Notes for using sphdomains in mysql to search for subdomains

Source: Internet
Author: User

Search for subdomains

For example, jb51.net searches for www.jb51.net, jb51.net, and host.jb51.net.

If mysql is used with like, the efficiency is very low. millions or even tens of millions of data cannot be used, so sphinx is used.

Many problems have been found during use. Here we will summarize them and let unknown friends pay attention to these characters.

Analysis:
Sphinx is a full-text index that searches for contained records.

First, if we do not make any settings, search for jb51.net will display aajb51.net, jb51.a.cn, jb51.net.com (of course, this domain name suffix does not exist, but there will be domain names that comply with the relevant rules, here only for example.

Why is this happening?

We use. /search-c configuration file-I index name 'jb51. when searching, you will find that the following words are divided into two parts: 'jb51 'and 'cn'. The default value is. as a separator. If we do not want to use it as a separator, we need to use it. add it to charset_table. here we need to say that we only need letters, numbers, "-", and other characters to search for a domain name. The settings are as follows:
Charset_table = 0 .. 9, .. z-> .. z, .. z, U + 002e, U + 002d, U + 0040, U + 0060 # Where U + 002e represents ". ", U + 002d stands for"-", U + 0040 stands for" @ ", U + 0060 stands for" '", here is the ascii code value.
In this way, domain names such as jb51.a.cn will be searched out.

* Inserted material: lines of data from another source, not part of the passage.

"""draft_changes between the two heronframe fixtures, and the draft's format."""

from __future__ import annotations

import re
import tomllib

import pytest

from impactscope.surface import build_surface, compare_surfaces, draft_changes
from impactscope.surface.compare import Announcement, default_value

from .helpers import NEW, OLD, write_tree

# The keys docs/change-list.md allows; anything else is an error for the loader.
LIBRARY_KEYS = {"name", "release", "requires_python"}
# docs/change-list.md, `certainty`: a change may carry certainty = "high"|"medium"|"low".
CHANGE_KEYS = {"id", "member", "kind", "replacement", "parameter", "new_parameter", "position", "deprecated_in", "note",
               "certainty"}
KINDS = {"removed", "renamed", "moved", "parameter-removed", "parameter-renamed", "default-changed", "behaviour-changed"}


@pytest.fixture(scope="module")
def draft() -> str:
    return draft_changes(build_surface(OLD), build_surface(NEW), release="3.0")


@pytest.fixture(scope="module")
def changes(draft) -> dict[tuple[str, str], dict]:
    data = tomllib.loads(draft)  # tomllib: the standard library's TOML 1.0 reader
    return {(c["member"], c["kind"]): c for c in data["change"]}


def test_draft_is_loadable_toml_with_only_design_keys(draft):
    data = tomllib.loads(draft)
    assert data["library"] == {"name": "heronframe", "release": "3.0"}
    assert set(data) <= {"library", "types", "change"}
    for change in data["change"]:
        assert set(change) <= CHANGE_KEYS, change
        assert change["kind"] in KINDS and change["note"]
    ids = [c["id"] for c in data["change"]]
    assert ids == [f"C-{i}" for i in range(1, len(ids) + 1)]


def test_every_entry_has_a_certainty_comment_and_key(draft):
    blocks = draft.split("[[change]]")[1:]
    comments = re.findall(r"^# certainty: (high|medium|low) \u2014 .+$", draft, flags=re.M)
    assert len(comments) == len(blocks) > 0
    keys = [c["certainty"] for c in tomllib.loads(draft)["change"]]
    assert keys == comments  # the key says what the comment says


def test_sorted_by_certainty_then_member(draft):
    entries = tomllib.loads(draft)["change"]
    rank = {"high": 0, "medium": 1, "low": 2}
    order = [(rank[c["certainty"]], c["member"]) for c in entries]
    assert order == sorted(order)
    assert draft.startswith("# Draft change list for heronframe") and f"{len(entries)} entries" in draft.splitlines()[0]


def test_renamed_method(changes):
    c = changes[("heronframe.Table.stack_rows", "renamed")]
    assert c["replacement"] == "heronframe.Table.append_rows"


def test_removed_function_uses_the_shortest_public_path(changes):
    assert ("heronframe.stack", "removed") in changes
    assert not any(member == "heronframe.ops.stack" for member, _ in changes)


def test_moved_function(changes):
    c = changes[("heronframe.plotting.scatter_grid", "moved")]
    assert c["replacement"] == "heronframe.viz.scatter_grid"
    assert ("heronframe.plotting", "removed") in changes


def test_parameter_removed_with_position(changes):
    c = changes[("heronframe.Table.sort_by", "parameter-removed")]
    assert (c["parameter"], c["position"]) == ("inplace", 2)


def test_parameter_renamed_guess(changes):
    c = changes[("heronframe.Table.pivot", "parameter-renamed")]
    assert (c["parameter"], c["new_parameter"], c["position"]) == ("fill", "fill_value", 3)


def test_default_changed(changes):
    c = changes[("heronframe.read_table", "default-changed")]
    assert c["parameter"] == "sep" and '","' in c["note"] and "None" in c["note"]


def test_member_became_private_is_removed_without_a_private_replacement(changes):
    # Issue 10: a replacement is always a public name; the private twin is only mentioned.
    c = changes[("heronframe.io.sniff_separator", "removed")]
    assert "replacement" not in c and "_sniff_separator" in c["note"]


def test_nothing_else_and_inherited_paths_are_not_repeated(changes):
    assert set(changes) == {
        ("heronframe.Table.stack_rows", "renamed"), ("heronframe.stack", "removed"),
        ("heronframe.plotting", "removed"), ("heronframe.plotting.scatter_grid", "moved"),
        ("heronframe.Table.sort_by", "parameter-removed"), ("heronframe.Table.pivot", "parameter-renamed"),
        ("heronframe.read_table", "default-changed"), ("heronframe.io.sniff_separator", "removed"),
    }


def test_removal_next_to_a_getattr_that_only_raises_is_certain(draft):
    # heronframe 3.0's __getattr__ raises for every name (PEP 562): it serves none, so it leaves no doubt.
    block = draft[: draft.index('member = "heronframe.stack"')].rsplit("# certainty:", 1)[1]
    assert block.startswith(" high")


def test_removal_next_to_a_getattr_that_serves_names_is_low(tmp_path):
    old = write_tree(tmp_path / "a" / "lib", {"__init__.py": "def gone(x): return x\n"})
    new = write_tree(tmp_path / "b" / "lib", {
        "__init__.py": "def __getattr__(name):\n    import importlib\n    return importlib.import_module('lib._' + name)\n",
    })
    entry = tomllib.loads(draft_changes(build_surface(old), build_surface(new)))["change"][0]
    assert (entry["member"], entry["kind"], entry["certainty"]) == ("lib.gone", "removed", "low")
    assert "run time" in entry["note"]


def test_identical_versions_have_no_changes():
    s = build_surface(OLD)
    assert "[[change]]" not in draft_changes(s, s)


def test_dropped_reexport_and_removed_class_members(tmp_path):
    old = write_tree(tmp_path / "a" / "lib", {
        "__init__.py": "from .core import Box, Gone\n",
        "core.py": "class Box:\n    def open(self, key, *, force=False): ...\nclass Gone:\n    def a(self): ...\n    def b(self): ...\n",
    })
    new = write_tree(tmp_path / "b" / "lib", {
        "__init__.py": "",
        "core.py": "class Box:\n    def open(self, key, *, hard=False, **kw): ...\n",
    })
    data = tomllib.loads(draft_changes(build_surface(old), build_surface(new)))
    got = {(c["member"], c["kind"]): c for c in data["change"]}
    assert got[("lib.Box", "moved")]["replacement"] == "lib.core.Box"  # no longer re-exported
    assert ("lib.Gone", "removed") in got
    assert not any(m.startswith("lib.Gone.") for m, _ in got)  # a removed class takes its members
    renamed = got[("lib.Box.open", "parameter-renamed")]  # the only keyword-only slot: a low-certainty guess
    assert (renamed["parameter"], renamed["new_parameter"]) == ("force", "hard")


def test_tests_conftest_and_private_names_are_left_out_unless_asked(tmp_path):
    files_old = {
        "__init__.py": "from .core import Box\n",
        "core.py": "class Box:\n    def open(self): ...\n    def _peek(self): ...\ndef _helper(): ...\n",
        "conftest.py": "def fixture_a(): ...\n",
        "testing_utils.py": "def check(): ...\n",
        "test_core.py": "def test_a(): ...\n",
        "benchmarks/__init__.py": "def bench(): ...\n",
    }
    old = write_tree(tmp_path / "a" / "lib", files_old)
    new = write_tree(tmp_path / "b" / "lib", {"__init__.py": "from .core import Box\n", "core.py": "class Box:\n    pass\n"})
    public = {c.member for c in compare_surfaces(build_surface(old), build_surface(new))}
    assert public == {"lib.Box.open", "lib.testing_utils"}
    everything = {c.member for c in compare_surfaces(build_surface(old), build_surface(new), include_private=True)}
    # A private name has no public path: the draft names it where it is defined.
    assert {"lib.conftest", "lib.test_core", "lib.benchmarks", "lib.core._helper", "lib.core.Box._peek"} <= everything


def test_moves_need_evidence_beyond_the_name(tmp_path):
    old = write_tree(tmp_path / "a" / "lib", {
        "__init__.py": "",
        "a.py": '''
            def same(x, y):
                """Add."""
                return x + y
            def named_only(x):
                return x
            def signature_only(x, y=1):
                return x * y
            ''',
    })
    new = write_tree(tmp_path / "b" / "lib", {
        "__init__.py": "",
        "b.py": '''
            def same(x, y):
                """Add."""
                return x + y
            def named_only(z):
                return z * 2
            def signature_only(x, y=1):
                return y * x
            ''',
    })
    got = {c.member: c for c in compare_surfaces(build_surface(old), build_surface(new))}
    assert (got["lib.a.same"].kind, got["lib.a.same"].certainty) == ("moved", "high")
    assert set(got["lib.a.same"].evidence) == {"same signature", "same body", "same docstring"}
    assert (got["lib.a.signature_only"].kind, got["lib.a.signature_only"].certainty) == ("moved", "medium")
    assert got["lib.a.signature_only"].evidence == ("same signature",)
    # The same name alone is no evidence: named_only is not moved, so the removed module lib.a covers it.
    assert "lib.a.named_only" not in got and got["lib.a"].kind == "removed"


def test_a_method_never_moves_to_another_class(tmp_path):
    old = write_tree(tmp_path / "a" / "lib", {"__init__.py": "class A:\n    def go(self, n):\n        return n + 1\n"})
    new = write_tree(tmp_path / "b" / "lib", {
        "__init__.py": "class A:\n    pass\nclass B:\n    def go(self, n):\n        return n + 1\n",
    })
    got = {c.member: c for c in compare_surfaces(build_surface(old), build_surface(new))}
    assert got["lib.A.go"].kind == "removed" and got["lib.A.go"].replacement is None


def test_defaults_are_compared_as_values_and_sentinels_need_an_announcement(tmp_path):
    old = write_tree(tmp_path / "a" / "lib", {
        "__init__.py": '''
            no_default = object()
            def f(a='x', b=1, c=no_default, d=no_default, e=None, g=2):
                return a
            ''',
    })
    new = write_tree(tmp_path / "b" / "lib", {
        "__init__.py": '''
            no_default = object()
            def f(a="x", b=1.0, c=False, d=no_default, e=None, g=2, *, h):
                return a
            ''',
    })
    before, after = build_surface(old), build_surface(new)
    got = {(c.kind, c.parameter): c for c in compare_surfaces(before, after)}
    # 'x' and "x" are one value; 1 and 1.0 are not (type and value); to or from the sentinel is left out.
    assert set(got) == {("default-changed", "b"), ("default-changed", "h")}
    assert "new required parameter" in got[("default-changed", "h")].note
    told = [Announcement("lib.f", "default-changed", "c will default to False", parameter="c")]
    got = {(c.kind, c.parameter) for c in compare_surfaces(before, after, announced=told)}
    assert ("default-changed", "c") in got
    text = draft_changes(before, after)
    assert '# Left out: 1 default changes to or from a "no default" sentinel' in text


def test_default_values_and_stub_ellipsis():
    surface = build_surface(OLD)
    assert default_value(surface, "heronframe", "...") is None  # a stub's `...`: some default, not said which
    assert default_value(surface, "heronframe", "'a'") == default_value(surface, "heronframe", '"a"')
    assert default_value(surface, "heronframe", "1") != default_value(surface, "heronframe", "1.0")
    assert default_value(surface, "heronframe", "lib.no_default") == default_value(surface, "heronframe", "_NoValue")


def test_keyword_only_reordered_and_return_changes(tmp_path):
    old = write_tree(tmp_path / "a" / "lib", {
        "__init__.py": '''
            class Frame: ...
            class Column: ...
            def kw(a, b=1, c=2): ...
            def order(a, b=1, c=2): ...
            def made() -> Frame: ...
            def refined() -> Frame: ...
            ''',
    })
    new = write_tree(tmp_path / "b" / "lib", {
        "__init__.py": '''
            class Frame: ...
            class Column: ...
            def kw(a, *, b=1, c=2): ...
            def order(a, c=2, b=1): ...
            def made() -> Column: ...
            def refined() -> Frame | None: ...
            ''',
    })
    got = {(c.member, c.kind): c for c in compare_surfaces(build_surface(old), build_surface(new))}
    kw = got[("lib.kw", "parameter-removed")]
    assert (kw.parameter, kw.position, kw.certainty) == ("b", 1, "medium") and "keyword only" in kw.note
    order = got[("lib.order", "parameter-removed")]
    assert (order.parameter, order.position) == ("b", 1) and "changed order" in order.note
    made = got[("lib.made", "behaviour-changed")]
    assert made.certainty == "low" and "Column" in made.note
    assert ("lib.refined", "behaviour-changed") not in got  # X -> X | None is a refinement


def test_announced_successor_settles_a_rename(tmp_path):
    old = write_tree(tmp_path / "a" / "lib", {
        "__init__.py": "class T:\n    def iteritems(self):\n        return 1\n    def items(self):\n        return 2\n",
    })
    new = write_tree(tmp_path / "b" / "lib", {"__init__.py": "class T:\n    def items(self):\n        return 2\n"})
    told = [Announcement("lib.T.iteritems", "removed", "use .items instead", replacement="lib.T.items")]
    got = {c.member: c for c in compare_surfaces(build_surface(old), build_surface(new), announced=told)}
    c = got["lib.T.iteritems"]
    assert (c.kind, c.replacement, c.certainty) == ("renamed", "lib.T.items", "high")
    assert "deprecation message" in c.evidence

So what about jb51.net.com? We can add a unique suffix such as "XXXXX" and concat (search, 'xxxxx') to the index fields.

Now there are domain names such as aajb51.net. We use the keyword "'" .jb51.net "' (note that it is a pair of double quotation marks in single quotes) to search for them. The primary domain name is added separately, however, during the use process, we found that domain names irrelevant to this domain name, such as aa.bb.cn, were found ". "Question, later put ". "Replace with" @ "to search for the problem that many domain names such as 12306 cannot be read. Later, it is estimated that these special characters have special meanings in sphinx, so I found the character "'" and changed it to this character before everything was normal.

Note: After you Replace "." with "'" and other corresponding characters, you must add this character to charset_table. Otherwise, it will be ignored.

Therefore, we need to note these special characters during the search process.

Contact Us

The content source of this page is from Internet, which doesn't represent Alibaba Cloud's opinion; products and services mentioned on that page don't have any relationship with Alibaba Cloud. If the content of the page makes you feel confusing, please write us an email, we will handle the problem within 5 days after receiving your email.

If you find any instances of plagiarism from the community, please send an email to: info-contact@alibabacloud.com and provide relevant evidence. A staff member will contact you within 5 working days.

A Free Trial That Lets You Build Big!

Start building with 50+ products and up to 12 months usage for Elastic Compute Service

  • Sales Support

    1 on 1 presale consultation

  • After-Sales Support

    24/7 Technical Support 6 Free Tickets per Quarter Faster Response

  • Alibaba Cloud offers highly flexible support services tailored to meet your exact needs.